__Input__.
<<<<
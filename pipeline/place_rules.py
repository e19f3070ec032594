"""Parts that must sit somewhere: the board edge by the wire entry, and near another part's pins.

Entry points (all called by :mod:`pipeline.place` and :mod:`pipeline.area`,
each at one line):

* :func:`attach_rules` - which placer items carry a rule (area step).
* :func:`pin_edge_parts` - the edge rule, applied *before* the packing.
* :func:`near_pass` - the near rule, applied *after* the packing and its
  swap improvement.
* :func:`unmet_rules` - what is left unmet, as ``blocked_by`` sentences
  and findings.

The rules (millimetres)
-----------------------
* **Edge.** Wire pads (kind ``wire-pad``) and connectors (kind ``header``),
  or any part with ``at_edge = true``, go inside the wire-entry zone (the
  courtyard centre in it) (layer
  role ``WIRE-ENTRY``, :attr:`pipeline.model.Region.wire_entry`) or else in
  the *edge band* nearest to it: courtyards within :data:`EDGE_BAND_MM` of
  the outer edge of the placement area (the board outline less its edge
  clearance; holes around keep-outs are not edges a wire can come over).
  With no zone drawn they go in the edge band, kept together.
  ``at_edge = false`` on a part switches the rule off for it.
* **Near.** A part with ``near = "U3"`` keeps one of its pads within
  ``within_mm`` (default :data:`NEAR_WITHIN_MM`) of one of U3's pads,
  distance between pad centres. By default every decoupling capacitor, as
  the connection check pairs them (:func:`pipeline.check.decoupling_caps`),
  keeps a pad within :data:`NEAR_WITHIN_MM` of the supply pins of its IC;
  a capacitor that pairs with several ICs (a shared supply) goes with the
  one nearest to it in the design's part order (ties: the earlier).

The method
----------
*Edge: pre-placement as fixed parts.* Before the packing, each edge part
(natural ref order) takes the best legal spot on a candidate grid of
courtyard centres (step :data:`EDGE_STEP_MM`, coarser on large boards so
at most about :data:`EDGE_CANDIDATES` centres) in both orientations. Legal:
the courtyard lies in the placement area and in the height zones that allow
its height, and overlaps no fixed or earlier edge part (exact shapely
tests, vectorised). Best, in tiers: centre inside the wire-entry zone
(nearest the edge first, then nearest the zone's middle), then in the edge band (nearest the zone first; with no zone,
nearest the edge parts already placed), then anywhere (nearest the zone or
edge; reported). The spot becomes a :class:`pipeline.model.Fixed`, so the
packer treats it as a part the user fixed. Cost: O(parts x candidates)
shapely predicates.

*Near: a post-pass that moves a part to the nearest legal slot.* After the
packing and the swap improvement (so the swaps cannot take the part away
again), each near part that is too far (natural ref order) is moved to the
free grid origin, among all legal ones of its height level in both
orientations, whose pads come nearest the target's pins; when no free
origin is near enough, it trades slots with the packed part of the same
cell size whose slot brings it nearest (both stay legal: the cells are the
same, and each must be allowed its height in the other's cells; a part
with a near rule of its own only when the trade still meets that rule). Legal origins come from
the packer's own window test over the blocked cells (outside the level's mask or under
another courtyard, counted once for the board and updated as parts move), so a move is legal on
the same grid the packer uses and the placer's shapely self-check still applies. The free
origins are searched in a window round the goal, widened only as far as the best trade found
allows (or, with no trade, until nothing outside can be nearer), read from free origins kept
for the whole board per height level and courtyard size and mended where a part moves; trades
are tried in order of a lower bound of their distance, ring by ring round the goal (12, 24,
48 mm ... by a cheaper bound from the courtyard centre, never past the best trade found or the
part's own distance), the bounds of a ring's candidates computed when it is read; partners whose
own near rule would surely break in the mover's slot (a bound from their goal's bounding box) are
dropped with vector operations before that. Cost: O(window cells + n) per moved part for n parts
(the n a few vector operations per ring over the size class), the window about the rule's
distance (the trade's) across.

Defaults (common practice, from memory)
---------------------------------------
:data:`NEAR_WITHIN_MM` = 3 mm: decoupling capacitors "within a few mm" of
the supply pins (REFERENCES.md section 7; application notes commonly ask
for under about 3 mm, from memory). :data:`EDGE_BAND_MM` = 1 mm: a courtyard
at most that far in from the edge still counts as at the edge (our own
figure; a soldered wire leaves over it).
"""

from __future__ import annotations

import bisect
import dataclasses
import math
from typing import Any, Sequence

import numpy as np
import shapely
from shapely.geometry.base import BaseGeometry

from .library.lands import board_xy, turned_pads
from .model import Finding, Fixed, NearRule, PlaceItem, Region
from .order import natural_key
from .values import format_mm as _fmt

__all__ = ["attach_rules", "pin_edge_parts", "near_pass", "unmet_rules", "near_distance", "refresh_near_notes",
           "slot_cells", "top_occupancy", "EDGE_KINDS", "EDGE_BAND_MM", "NEAR_WITHIN_MM", "EDGE_STEP_MM"]

#: Kinds that go to the board edge by the wire entry unless ``at_edge = false``.
EDGE_KINDS = ("wire-pad", "header")
#: A courtyard at most this far in from the placement area's outer edge is at the edge, mm (our own figure).
EDGE_BAND_MM = 1.0
#: Default near distance between pad centres, mm (common practice, from memory: "within a few mm").
NEAR_WITHIN_MM = 3.0
#: Candidate step of the edge pre-placement, mm.
EDGE_STEP_MM = 0.25
#: Most candidate centres per orientation the edge pre-placement looks at.
EDGE_CANDIDATES = 40_000
#: Geometric tolerance, mm.
TOL = 1e-6
#: The near pass's swap search first looks at parts with a pad this near the goal, mm (a search
#: step, not a rule: farther parts are looked at when none of these will do).
SWAP_REACH_MM = 12.0


# --------------------------------------------------------------------------
# which items carry a rule
# --------------------------------------------------------------------------
def attach_rules(items: Sequence[PlaceItem], design: Any, library: Any, density: str) -> tuple[PlaceItem, ...]:
    """``items`` with ``edge`` and ``near`` set from the design (module notes: the rules).

    Cost: one connectivity graph of the design and O(ICs x caps).
    """
    from .check import decoupling_caps
    from .graph import build_graph, pin_nets

    parts = {p.ref: p for p in design.parts}
    pkg = {it.ref: library.package(it.package) for it in items}
    g = build_graph(design)
    own = {k.name: k.category for k in design.kinds}  # kinds the design defines itself
    cat = {p.kind: own[p.kind] if p.kind in own else library.kind(p.kind).category for p in design.parts}
    decap = _decoupling_targets(design, decoupling_caps(design, g, cat), set(pkg))
    out = []
    for it in items:
        part = parts[it.ref]
        ask = part.ask
        edge = part.kind in EDGE_KINDS if ask is None or ask.at_edge is None else ask.at_edge
        near = None
        if ask is not None and ask.near and ask.near in pkg:
            near = NearRule(ask.near, (), ask.within_mm or NEAR_WITHIN_MM, "near", pkg[it.ref], pkg[ask.near],
                            density, ask.file, ask.line)
        elif it.ref in decap:
            ic = decap[it.ref]
            mine = {n for ns in pin_nets(g, it.ref).values() for n in ns}
            pins = tuple(p.number for p in parts[ic].pins if p.role == "supply"
                         and set(pin_nets(g, ic).get(p.number, ())) & mine)
            near = NearRule(ic, pins, NEAR_WITHIN_MM, "decoupling", pkg[it.ref], pkg[ic], density)
        out.append(dataclasses.replace(it, edge=bool(edge), near=near))
    return tuple(out)


def _decoupling_targets(design: Any, pairs: dict[str, tuple[str, ...]], fitted: set[str]) -> dict[str, str]:
    """cap ref -> the one IC it decouples: the paired IC nearest in part order (ties: the earlier).

    ICs with the same caps (those on the same supply nets) form one group, so each distinct list
    of caps is walked once, not once per IC (every IC pairs with every cap on shared rails:
    O(ICs x caps) at 16,000 parts, issue 11); the caps in the same groups share one sorted list of
    the groups' ICs and each cap finds its nearest by bisection. Cost: O(ICs + distinct cap lists'
    lengths + caps x log ICs)."""
    index = {p.ref: n for n, p in enumerate(design.parts)}
    groups: dict[tuple[str, ...], list[int]] = {}  # caps -> part positions of the fitted ICs pairing them
    for ic, caps in pairs.items():
        if ic in fitted:
            groups.setdefault(tuple(caps), []).append(index[ic])
    in_groups: dict[str, list[int]] = {}  # cap -> numbers of the groups that hold it
    for k, caps in enumerate(groups):
        for c in caps:
            if c in fitted:
                in_groups.setdefault(c, []).append(k)
    lists = list(groups.values())
    ordered: dict[tuple[int, ...], list[int]] = {}
    parts = design.parts
    out = {}
    for c, ks in in_groups.items():
        at = ordered.get(tuple(ks))
        if at is None:
            at = ordered[tuple(ks)] = sorted(n for k in ks for n in lists[k])
        k = bisect.bisect_left(at, index[c])  # the nearest is one of the two either side
        out[c] = parts[min(at[max(k - 1, 0):k + 1], key=lambda n: (abs(n - index[c]), n))].ref
    return out


# --------------------------------------------------------------------------
# the edge rule: pre-placement
# --------------------------------------------------------------------------
def _outer_edge(area: BaseGeometry) -> BaseGeometry:
    return shapely.union_all([shapely.get_exterior_ring(p) for p in shapely.get_parts(area)])


def _allowed(area: BaseGeometry, region: Region, height: float) -> BaseGeometry:
    """Where a top-side part of ``height`` may stand (area and the height zones that allow it)."""
    if not region.zones:
        return area
    ok = [z.polygon for z in region.zones if z.max_height_mm >= height - 1e-9]
    if not ok:
        return shapely.Polygon()
    u = shapely.union_all(ok).buffer(1e-7, join_style="mitre").buffer(-1e-7, join_style="mitre")
    return area.intersection(u)


def _candidates(area: BaseGeometry, dx: float, dy: float) -> tuple[np.ndarray, np.ndarray]:
    minx, miny, maxx, maxy = area.bounds
    span = max(maxx - minx, 1e-9) * max(maxy - miny, 1e-9)
    step = max(EDGE_STEP_MM, math.sqrt(span / EDGE_CANDIDATES))
    xs = np.arange(minx + dx / 2, maxx - dx / 2 + 1e-9, step)
    ys = np.arange(miny + dy / 2, maxy - dy / 2 + 1e-9, step)
    gx, gy = np.meshgrid(xs, ys)
    return gx.ravel(), gy.ravel()


def pin_edge_parts(items: Sequence[PlaceItem], fixed: dict, area: BaseGeometry, region: Region
                   ) -> tuple[tuple[PlaceItem, ...], dict, list[Finding]]:
    """Pre-place the edge parts as fixed parts (module notes: the method).

    Parameters
    ----------
    items : sequence of PlaceItem
    fixed : dict
        ``item -> (side, (x1, y1, x2, y2))`` of the parts the user fixed.
    area : geometry
        The placement area (board less its edge clearance), mm.
    region : Region
        Height zones and the wire-entry zone.

    Returns
    -------
    (items, fixed, findings)
        Items with the pre-placed ones fixed, ``fixed`` with them added, and
        a ``place.rule-unmet`` warning for each part that found no place in
        the zone or the edge band.
    """
    todo = sorted((i for i, it in enumerate(items) if it.edge and it.fixed is None and i not in fixed),
                  key=lambda i: natural_key(items[i].ref))
    if not todo or area.is_empty:
        return tuple(items), fixed, []
    items, fixed = list(items), dict(fixed)
    zone = region.wire_entry
    taken = [fixed[j][1] for j in fixed if fixed[j][0] == "top"]
    notes: list[Finding] = []
    placed: list[tuple[float, float]] = []
    spots: dict[tuple, tuple | None] = {}  # candidate spots by courtyard size and height (computed once)
    struck: dict[tuple, list] = {}  # per key: [spots no taken courtyard covers, taken courtyards applied]
    for i in todo:
        it = items[i]
        key = (it.length_mm, it.width_mm, it.height_mm)
        if key not in spots:
            spots[key] = _spots(it, _allowed(area, region, it.height_mm), _outer_edge(area), zone)
            struck[key] = [None if spots[key] is None else np.ones(len(spots[key][0]), dtype=bool), 0]
        best = _best_edge_spot(spots[key], taken, placed, zone is not None, struck[key])
        if best is None:
            notes.append(Finding("warning", "place.rule-unmet", (it.ref,),
                                 f"{it.ref} should sit at the board edge {_by(zone)}, but its courtyard fits "
                                 "nowhere beside the parts fixed there; it is placed with the other parts.",
                                 kind="edge"))
            continue
        tier, x, y, rot, far = best
        rect = _rect(it, x, y, rot)
        items[i] = dataclasses.replace(it, fixed=Fixed(x, y, rot, "top", "", 0))
        fixed[i] = ("top", rect)
        taken.append(rect)
        placed.append((x, y))
        if tier == 2:
            notes.append(Finding("warning", "place.rule-unmet", (it.ref,),
                                 f"{it.ref} should sit at the board edge {_by(zone)} (edge rule), but no room "
                                 f"is left there: it ended {_fmt(far)} mm from "
                                 + ("the zone." if zone is not None else "the edge band."), kind="edge"))
    return tuple(items), fixed, notes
>>>>
__Task item__. Copy out every line of the data where the word "kept" occurs.

__Answer__.
  With no zone drawn they go in the edge band, kept together.
allows (or, with no trade, until nothing outside can be nearer), read from free origins kept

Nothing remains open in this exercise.